Wednesday, October 14, 2009

Think before you Pink

Another great site to look at. All I am asking is that we think.

http://bcaction.org/

Pink - are we blinded by it?

I just finished reading this article in the St. Petersburg Times. It says everything that I have thought but have felt like a traitor saying. It asks questions that all of us need to ask. Just because a product is pink, a party is pink, a fund raiser is pink, it does not mean anything. We all need to be educated consumers. Especially in this day and age. Our money, our time, our emotions are to precious. There are too many organizations out there waiting in the wings to pray on us. We all want to do something to help. We just have to find the right way. I think maybe we need to put faces on causes. Instead of supporting organizations maybe we donate time, money directly to someone in need through our local hospitals, church or schools. Maybe we research a specific team that looks into the cause of cancer, or one that looks into your particular type of cancer. We have a beautiful thing - this internet. We need to use it to research how and what we want to support instead of blindly following the pink road. http://http://www.tampabay.com/opinion/columns/think-pink-hold-on/1040821

Tuesday, June 9, 2009

Miami Breast Cancer Conference

Here is some recent information about Inflammatory breast cancer found in CURE Magazine. There is hope. We are not being forgotten. The medical field is still trying to figure us out. They are making great strides.

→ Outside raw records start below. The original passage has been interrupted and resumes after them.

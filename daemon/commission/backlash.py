"""Backlash of the stage and focus drives, and how repeatably the stage returns to a point.

* **x and y**: the same point is approached from below and from above along one axis
  (from :data:`~daemon.commission.session.APPROACH_UM` away, beyond any play), a frame
  taken each time, and the two frames registered. The play leaves the mechanics short of
  the target by the backlash on one side only, so the image shift between the two,
  turned into a stage displacement by the measured map, is the backlash. Repeated
  ``cycles`` times and averaged.
* **z**: the focus curve is swept upwards and downwards through the plane of best focus
  (each sweep after a take-up move from beyond it) and the peak of each found as the
  autofocus finds it (:func:`daemon.focus.autofocus.fit_peak`). Coming down, the
  objective sits higher than the motor by the play, so the peak comes at a motor
  position lower by the backlash. Up and down sweeps alternate, so a slow drift of the
  focal plane cancels out of the mean.
* **repeatability**: the stage leaves the point in a different direction each time and
  comes back to it from below on both axes; each return's frame is registered against
  the first, and the scatter of those positions (standard deviation per axis) is the
  repeatability.
"""

from __future__ import annotations

import asyncio
import dataclasses
import math

import numpy as np

from daemon.commission import CommissionRefused
from daemon.commission.image_map import StageImageMap
from daemon.commission.registration import register
from daemon.commission.session import Session
from daemon.focus.autofocus import FIT_HALF_WIDTH_DOF, FocusPlan, Sample, fit_peak, score_frame
from daemon.focus.metrics import get_metric

FOCUS_METRIC = "variance_of_laplacian"
SWEEP_HALF_RANGE_DOF = 2.0
SWEEP_STEP_DOF = 0.25
# The focus' take-up move before a sweep: beyond any play a budget focus drive has (common
# practice), and three times what the profile says.
MIN_TAKEUP_UM = 30.0
GOLDEN = (math.sqrt(5.0) - 1.0) / 2.0  # departures in directions that never repeat


@dataclasses.dataclass
class AxisBacklash:
    """The play of one stage axis: one sample per cycle (um), the cross-axis component of
    each (how far off the axis the two approaches ended, um)."""

    axis: str
    samples_um: list[float]
    across_um: list[float]

    @property
    def estimate_um(self) -> float:
        return float(np.mean(self.samples_um))

    @property
    def sd_um(self) -> float:
        return float(np.std(self.samples_um, ddof=1)) if len(self.samples_um) > 1 else float("nan")

    def to_dict(self) -> dict[str, object]:
        return {
            "estimate_um": round(self.estimate_um, 3),
            "sd_um": round(self.sd_um, 3) if math.isfinite(self.sd_um) else None,
            "samples_um": [round(v, 3) for v in self.samples_um],
            "across_um": [round(v, 3) for v in self.across_um],
        }


async def measure_stage_backlash(
    session: Session, smap: StageImageMap, x_um: float, y_um: float, *, axis: str, cycles: int
) -> AxisBacklash:
    """Approach (x, y) from below and from above along ``axis``, ``cycles`` times."""
    below, above = ((-1, 0), (1, 0)) if axis == "x" else ((0, -1), (0, 1))
    index = 0 if axis == "x" else 1
    samples, across = [], []
    for _ in range(cycles):
        await session.go(x_um, y_um, side=below)
        a = await session.frame()
        await session.go(x_um, y_um, side=above)
        b = await session.frame()
        shift = await asyncio.to_thread(register, a.pixels, b.pixels)
        move = smap.stage_move_um((shift.dx_px, shift.dy_px))
        samples.append(move[index])
        across.append(move[1 - index])
    return AxisBacklash(axis, samples, across)


@dataclasses.dataclass
class Repeatability:
    """Where the stage came to rest on each return (um, relative to the first arrival)."""

    positions_um: np.ndarray

    @property
    def sd_um(self) -> tuple[float, float]:
        sd = np.std(self.positions_um, axis=0, ddof=1)
        return float(sd[0]), float(sd[1])

    @property
    def max_um(self) -> float:
        centred = self.positions_um - self.positions_um.mean(axis=0)
        return float(np.max(np.hypot(centred[:, 0], centred[:, 1])))

    def to_dict(self) -> dict[str, object]:
        sx, sy = self.sd_um
        return {
            "sd_x_um": round(sx, 4),
            "sd_y_um": round(sy, 4),
            "max_from_mean_um": round(self.max_um, 4),
            "arrivals": len(self.positions_um),
            "positions_um": [[round(float(x), 4), round(float(y), 4)] for x, y in self.positions_um],
        }


async def measure_repeatability(
    session: Session, smap: StageImageMap, x_um: float, y_um: float, *, returns: int
) -> Repeatability:
    """Arrive at (x, y) from below ``returns + 1`` times, leaving in a new direction in between."""
    await session.go(x_um, y_um, side=(-1, -1))
    first = await session.frame()
    positions = [(0.0, 0.0)]
    away = session.approach_um
    for k in range(1, returns + 1):
        angle = 2.0 * math.pi * GOLDEN * k
        await session.go(x_um + away * math.cos(angle), y_um + away * math.sin(angle), side=(0, 0), wait=False)
        await session.go(x_um, y_um, side=(-1, -1))
        frame = await session.frame()
        shift = await asyncio.to_thread(register, first.pixels, frame.pixels)
        positions.append(smap.stage_move_um((shift.dx_px, shift.dy_px)))
    return Repeatability(np.array(positions))


@dataclasses.dataclass
class FocusSweep:
    """One sweep through focus: the motor positions (um) in the order taken, their focus
    scores, and the fitted peak (None when the sweep showed none)."""

    direction: str  # "up" or "down"
    z_um: list[float]
    scores: list[float]
    peak_z_um: float | None


@dataclasses.dataclass
class FocusBacklash:
    sweeps: list[FocusSweep]
    takeup_um: float

    def peaks(self, direction: str) -> list[float]:
        return [s.peak_z_um for s in self.sweeps if s.direction == direction and s.peak_z_um is not None]

    @property
    def estimate_um(self) -> float:
        up, down = self.peaks("up"), self.peaks("down")
        if not up or not down:
            return float("nan")
        return float(np.mean(up) - np.mean(down))

    def to_dict(self) -> dict[str, object]:
        est = self.estimate_um
        return {
            "estimate_um": round(est, 3) if math.isfinite(est) else None,
            "peaks_up_um": [round(v, 3) for v in self.peaks("up")],
            "peaks_down_um": [round(v, 3) for v in self.peaks("down")],
            "takeup_um": self.takeup_um,
            "metric": FOCUS_METRIC,
            "sweeps": [
                {"direction": s.direction, "z_um": [round(z, 3) for z in s.z_um], "scores": [float(v) for v in s.scores]}
                for s in self.sweeps
            ],
        }


def focus_sweep_plan(profile_focus_backlash_um: float, z_centre_um: float, dof_um: float,
                     z_min_um: float, z_safe_max_um: float) -> tuple[list[float], float]:
    """The planes of one sweep (upwards) and the take-up distance; the planes with the
    take-up beyond them must stay inside the focus limits, never above the safe limit."""
    half = SWEEP_HALF_RANGE_DOF * dof_um
    n = int(round(2 * SWEEP_HALF_RANGE_DOF / SWEEP_STEP_DOF))
    planes = [float(z) for z in np.linspace(z_centre_um - half, z_centre_um + half, n + 1)]
    takeup = max(MIN_TAKEUP_UM, 3.0 * profile_focus_backlash_um)
    room = min(planes[0] - z_min_um, z_safe_max_um - planes[-1])
    if room < takeup:
        raise CommissionRefused(
            f"the focus sweeps need {takeup:.0f} um of travel beyond {planes[0]:.1f}-{planes[-1]:.1f} um on both "
            f"sides, but the focus limits ({z_min_um:g}-{z_safe_max_um:g} um, [focus] z_min_um and z_safe_max_um) "
            "leave less; focus on a plane farther from them"
        )
    return planes, takeup


async def measure_focus_backlash(session: Session, z_centre_um: float, *, sweeps: int) -> FocusBacklash:
    """``sweeps`` pairs of sweeps, up then down, through ``z_centre_um`` (the plane of best focus)."""
    scope = session.scope
    plan = FocusPlan.for_profile(scope.profile)
    focus = scope.profile.focus
    planes, takeup = focus_sweep_plan(focus.backlash_um, z_centre_um, plan.dof_um, focus.z_min_um, focus.z_safe_max_um)
    metric = get_metric(FOCUS_METRIC)
    out: list[FocusSweep] = []
    for _ in range(sweeps):
        for direction, order, start in (("up", planes, planes[0] - takeup), ("down", planes[::-1], planes[-1] + takeup)):
            await session.go_z(start)
            samples: list[Sample] = []
            for z in order:
                pos = await session.go_z(z)
                frame = await session.frame()
                full = float(2**frame.bit_depth - 1)
                score, coarse, level = await asyncio.to_thread(score_frame, frame.pixels, metric, None, plan, full)
                samples.append(Sample(pos.z_um, score, coarse, level, frame.t_s))
            best = max(samples, key=lambda s: s.score)
            inside = planes[0] + FIT_HALF_WIDTH_DOF * plan.dof_um * 0.5 <= best.z_um <= planes[-1] - 0.5 * FIT_HALF_WIDTH_DOF * plan.dof_um
            fit = fit_peak(samples, best, plan) if inside else None
            out.append(FocusSweep(direction, [s.z_um for s in samples], [s.score for s in samples], fit.z_um if fit else None))
    await session.go_z(z_centre_um - takeup)
    await session.go_z(z_centre_um)  # back at the plane of best focus, reached from below
    return FocusBacklash(out, takeup)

INFORMATION FROM CURE MAGAZINE
June 2009
Miami Breast Cancer Conference

Treatment Updates From the Miami Breast Cancer Conference
BY DEBU TRIPATHY, MD


New Insights Into Inflammatory Breast Cancer
Inflammatory breast cancer is responsible for about 1 to 5 percent of all new breast cancer diagnoses in the United States and is more common in younger and African-American women. It has an aggressive behavior, and in the past was associated with a 90 to 95 percent mortality rate, which has improved significantly with the use of chemotherapy and biological therapy, including Herceptin (trastuzumab) for HER2-positive breast cancers, followed by surgery and radiation, with about 40 percent of patients now surviving.
IBC cells tend to have a higher grade and are more likely to be negative for hormone receptors and positive for HER2 protein overexpression—all markers of higher risk. It has recently been suggested from gene profiling studies that IBC and non-IBC are distinct biologic entities and may have differences in signaling pathways and angiogenesis, the formation of blood vessels to the tumor. There are specific proteins that give IBC a tendency to hone in on blood vessels in the skin, a feature that gives IBC its name owing to the redness and swelling in the skin over the breast. Clinical trials using newer HER2-targeting therapies, such as Tykerb (lapatinib) for HER2-positive IBC or the antiangiogenic agent Avastin (bevacizumab), show promising results with response rates higher than seen with conventional therapies.
The discovery of unique pathways, in addition to those driven by HER2 overexpression, has revealed many new targets for future trials. In addition, imaging tests such as MRI (magnetic resonance imaging) and PET (positron emission tomography) scans may be valuable tools to assess early response and to compare different drugs being evaluated in clinical trials. There is still much room for improvement in the early detection and better tailored treatment for this unusual variant of breast cancer.